══ Supplied data
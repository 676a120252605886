// Measures: `npm run bench` lists the benchmarks, `npm run bench -- NAME` runs one. Each starts and stops what it needs,
// ends with one line of JSON, and the exit status is 1 when a bar is missed.
import { readdirSync } from 'node:fs';
import { cpus, totalmem } from 'node:os';
import { join } from 'node:path';
import type { Bench } from '../tests/bench/bench';
import { root } from './stack/places';

const folder = join(root, 'tests/bench');
const [wanted] = process.argv.slice(2);

async function load(file: string): Promise<Bench | null> {
  const found: Partial<Bench> = await import(join(folder, file));
  return found.describe && found.run ? { describe: found.describe, run: found.run } : null;
}

const benches = new Map<string, Bench>();
for (const file of readdirSync(folder).filter((name) => name.endsWith('.ts')).sort()) {
  const bench = await load(file);
  if (bench) benches.set(file.slice(0, -3), bench);
}

if (wanted === undefined) {
  for (const [name, { describe }] of benches) console.log(`${name.padEnd(12)} ${describe}`);
  process.exit(0);
}
const bench = benches.get(wanted);
if (!bench) {
  console.error(`There is no benchmark called ${wanted}. There are: ${[...benches.keys()].join(', ')}.`);
  process.exit(2);
}
const { figures, bars } = await bench.run();
const machine = `${cpus().length} × ${cpus()[0]?.model ?? 'unknown'}, ${Math.round(totalmem() / 1024 ** 3)} GB, Node.js ${process.versions.node}`;
console.log(JSON.stringify({ bench: wanted, machine, figures, bars }));
const missed = bars.filter((bar) => !(bar.value >= (bar.min ?? -Infinity) && bar.value <= (bar.max ?? Infinity)));
process.exit(missed.length > 0 ? 1 : 0);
════
_Work item_.
Search the listing for "slice" and copy each line holding it.

_Answer below_.
const [wanted] = process.argv.slice(2);
  if (bench) benches.set(file.slice(0, -3), bench);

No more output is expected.